À elle seule, l’hypnose ne suffit pas, mais intégrée dans des stratégies plus globales, elle peut être très efficace et amener une diminution de la prise médicamenteuse.
PJ : Qu’est-ce qui vous a le plus étonné dans le développement de ces pratiques médicales d’hypnose ?
Ce sont probablement les ressources extraordinaires que possèdent les patients sans le savoir, et parallèlement, une forme de manque de confiance pour les utiliser en leur faveur. Mais cette question de confiance est aussi essentielle du côté du personnel soignant : la pratique de l’hypnose nous permet de faire davantage de confiance aux compétences des patients et, certainement, d’être davantage à leur écoute. En recourant à l’hypnose, on apprend en outre que les mots peuvent guérir comme ils peuvent détruire.

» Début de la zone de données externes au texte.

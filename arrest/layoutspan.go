package arrest

import (
	"math"

	"arrestcheck/arrest/rig"
)

// A strike is what comes of one obstacle over the bands: the speeds with which
// the body comes to it, m/s.
type strike struct {
	falling   bool // before the first pull
	low, high float64
	force     float64 // least mean force of the hit where its stop is stated, N; NaN else
}

// layoutNotes are what one position came to over the bands that no estimate
// tells.
type layoutNotes struct {
	position   int
	tried      int // points tried, and of them those of which ...
	known      int
	restrained int
	unflat     int
	edge       int
	unrated    int
	face       int
	strikes    []strike  // by obstacle; high is NaN where the body never comes to it
	straight   int       // the points without an offset
	touched    int       // the points at which a swing without stretch comes to an obstacle
	fastest    float64   // greatest speed of such a swing, m/s
	passed     int       // the points at which the swing in time comes to an obstacle
	short      bool      // a room left is below zero
	left       []float64 // by obstacle: the least that is left to it, m; NaN where it is nowhere in the way
	travel     float64   // greatest travel of the path in a room, m
	peak       float64   // greatest peak of a swing, N, and that of any later one
	later      float64
	givenFloor bool // an item is missing
	modelFloor bool

	plan  rectangle  // all places that the body swings over
	start rectangle  // all places that it falls from
	feet  float64    // the lowest that the feet come to, m; NaN where no point says
	clear [2]float64 // greatest left to levels and to what moves, m: given, modelled; NaN where there are none
	aside []int      // by obstacle: the points at which it is not in the way
	need  [2]float64 // greatest room needed below the feet, m: given, modelled
	open  [2]bool    // what is left comes from a box that is at no point tried in the way
}

// note takes one point into the notes.
func (n *layoutNotes) note(c *Case, p *Point) {
	r := p.Layout
	n.position = c.Position
	if n.tried == 0 {
		n.travel, n.peak, n.later, n.fastest = nan, nan, nan, nan
		n.strikes = make([]strike, r.Layout.ObstacleCount)
		for i := range n.strikes {
			n.strikes[i] = strike{false, nan, nan, nan}
		}
		n.aside, n.left = make([]int, len(n.strikes)), make([]float64, len(n.strikes))
		for i := range n.left {
			n.left[i] = nan
		}
		n.need, n.clear, n.feet = [...]float64{nan, nan}, [...]float64{nan, nan}, nan
		n.start = rectangle{math.Inf(1), math.Inf(-1), math.Inf(1), math.Inf(-1)}
		n.plan = rectangle{math.Inf(1), math.Inf(-1), math.Inf(1), math.Inf(-1)}
	}
	n.tried++
	count := func(to *int, is bool) {
		if is {
			*to++
		}
	}
	known := r.Place.Status == rig.Known
	count(&n.known, known)
	count(&n.restrained, r.Place.Status == rig.Restrained)
	if !known {
		return
	}
	count(&n.unflat, !r.Place.Plane.Flat)
	count(&n.straight, !r.swings())
	count(&n.edge, r.Place.OverEdge || r.Place.EdgeLater)
	count(&n.unrated, r.Place.Unrated)
	count(&n.face, r.Place.Plane.IntoFace && r.swings())
	count(&n.touched, !math.IsNaN(r.fastestPass()))
	n.fastest = greater(n.fastest, r.Swing.LowestHigh)
	n.givenFloor = n.givenFloor || r.Given.Floor
	n.modelFloor = n.modelFloor || r.Modelled.Floor
	if c.Path != nil {
		count(&n.passed, !math.IsNaN(r.swungPass()))
		n.travel = greater(n.travel, p.Model.travel(r))
		if p.Model.Swings && r.swungPeak() > n.peak || math.IsNaN(n.peak) && p.Model.Swings {
			n.peak, n.later = r.swungPeak(), r.Planar.PeakBound
		}
	}
	n.places(r)
	if z := lowestFeet(p); !(n.feet <= z) {
		n.feet = z
	}
	for i := range n.strikes {
		n.strike(c, p, i)
	}
}

// places notes where in plan the body can come and what is in the way there.
func (n *layoutNotes) places(r *LayoutRun) {
	pl := &r.Place.Plane
	n.plan.take(r.Place.Start.X, r.Place.Start.Y)
	n.start.take(r.Place.Start.X, r.Place.Start.Y)
	if pl.Flat {
		n.plan.take(pl.X-float64(pl.DX*pl.Offset), pl.Y-float64(pl.DY*pl.Offset))
	}
	for k, room := range [...]*Room{&r.Given, &r.Modelled} {
		if !room.Known || k == 1 && r.Given.Known {
			continue
		}
		for i := range n.aside {
			if room.Lefts.Aside>>i&1 == 1 {
				n.aside[i]++
			}
		}
	}
	for k, room := range [...]*Room{&r.Given, &r.Modelled} {
		if room.Known {
			n.need[k] = greater(n.need[k], room.Counts)
			least := nan
			for _, l := range room.Lefts.List[:room.Lefts.Count] {
				n.leaves(l.Obstacle, l.Left)
				if o := &r.Layout.Obstacles[l.Obstacle]; (o.Kind == rig.Level || o.Moving) && !(least <= l.Left) {
					least = l.Left
				}
			}
			n.clear[k] = greater(n.clear[k], least)
		}
	}
}

// lowestFeet returns the lowest height that the feet come to at one point, m:
// hanging below the connector, and after its travel where a path gives it.
func lowestFeet(p *Point) float64 {
	r := p.Layout
	z := r.Place.Lowest
	if p.Model != nil && p.Model.Swings {
		z = r.Planar.Lowest.Z
	} else if p.Model != nil && !p.Model.NoFall && p.Model.Failed == nil {
		z -= p.Model.Run.StoppingDistance
	}
	return z - r.Layout.Feet
}
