import { z } from 'zod'
import { catalogIdSchema, localIdSchema } from '../catalog/ids.ts'
import { modelSchema } from '../catalog/model.ts'
import { acceptedFindingSchema, jointSchema, partSchema, purchaseSchema, settingsSchema } from './document.ts'

/** Fields of a part that can be edited one by one; `null` clears an optional one. Id stays. */
export const partPatchSchema = z.strictObject({
  model: partSchema.shape.model.optional(),
  ref: partSchema.shape.ref.optional(),
  name: partSchema.shape.name.nullable(),
  position: partSchema.shape.position.nullable(),
  bay: partSchema.shape.bay.nullable(),
  serial: partSchema.shape.serial.nullable(),
  wwn: partSchema.shape.wwn.nullable(),
  makerModel: partSchema.shape.makerModel.nullable(),
  role: partSchema.shape.role.nullable(),
  mode: partSchema.shape.mode.nullable(),
  routes_mm: partSchema.shape.routes_mm.nullable(),
  pinTest: partSchema.shape.pinTest.nullable(),
  overrides: partSchema.shape.overrides.nullable(),
  note: partSchema.shape.note.nullable(),
})
export type PartPatch = z.infer<typeof partPatchSchema>

/**
 * One edit as data. Canvas, table, form, import and proposals all make these; `apply` is the only place that
 * carries them out, `invert` gives the way back.
 *
 * A user's gesture is a list of changes (`Edit`), undone and saved as one.
 */
export const changeSchema = z.discriminatedUnion('op', [
  z.strictObject({ op: z.literal('addPart'), part: partSchema }),
  /** Refused while joints still hold the part: remove those first in the same edit. */
  z.strictObject({ op: z.literal('removePart'), id: localIdSchema }),
  z.strictObject({ op: z.literal('updatePart'), id: localIdSchema, patch: partPatchSchema }),
  z.strictObject({ op: z.literal('addJoint'), joint: jointSchema }),
  z.strictObject({ op: z.literal('removeJoint'), id: localIdSchema }),
  z.strictObject({ op: z.literal('putModel'), model: modelSchema }),
  z.strictObject({ op: z.literal('removeModel'), id: catalogIdSchema }),
  z.strictObject({ op: z.literal('acceptFinding'), accepted: acceptedFindingSchema }),
  z.strictObject({ op: z.literal('withdrawAcceptance'), key: z.string().min(1).max(300) }),
  z.strictObject({ op: z.literal('updateSettings'), settings: settingsSchema }),
  /** Notes about buying one line of the parts list, as a whole; `null` clears them. */
  z.strictObject({
    op: z.literal('setPurchase'),
    line: purchaseSchema.shape.line,
    purchase: purchaseSchema.omit({ line: true }).nullable(),
  }),
  z.strictObject({
    op: z.literal('rename'),
    name: z.string().min(1).max(120),
    machine: z.string().max(60).nullable().optional(),
  }),
])
export type Change = z.infer<typeof changeSchema>

export const editSchema = z.strictObject({
  changes: z.array(changeSchema).min(1).max(40_000),
  /** Words for undo and history, as "Connect W2 to bays 5 to 8". */
  label: z.string().min(1).max(200),
})
export type Edit = z.infer<typeof editSchema>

Mais comme pour toute innovation, il faut prendre garde aux excès d’enthousiasme. L’utilisation de l’hypnose avec les patients n’est pas protégée, ce qui peut mener à des abus. Ce peut être le cas en matière de traitement des addictions : on sait bien que ces problématiques sont complexes et nécessitent un travail en réseau regroupant diverses spécialités. Si quelqu’un propose de traiter les addictions en quelques séances avec 100% de succès, il faut prendre ses jambes à son cou ! J’ai d’ailleurs participé à la rédaction d’un avis pour le Conseil supérieur de la Santé relatif à l’utilisation responsable de l’hypnose dans les soins de santé.
PJ : Quelle est la direction que prennent les travaux qui ont commencé par étudier l’efficacité de l’hypnose ?
On souhaite désormais investiguer d’autres approches de conscience modifiée, comme celles qu’on peut obtenir avec des approches chamaniques, avec la musique, le reiki, la réflexologie plantaire, la méditation, le yoga, en s’intéressant aux résultats à court terme, mais aussi à long terme. C’est notamment en oncologie que beaucoup de recherches sont menées pour améliorer la vie des patients. L’avantage d’être dans un milieu universitaire, c’est la garantie de mener des recherches robustes dont les résultats sont probants.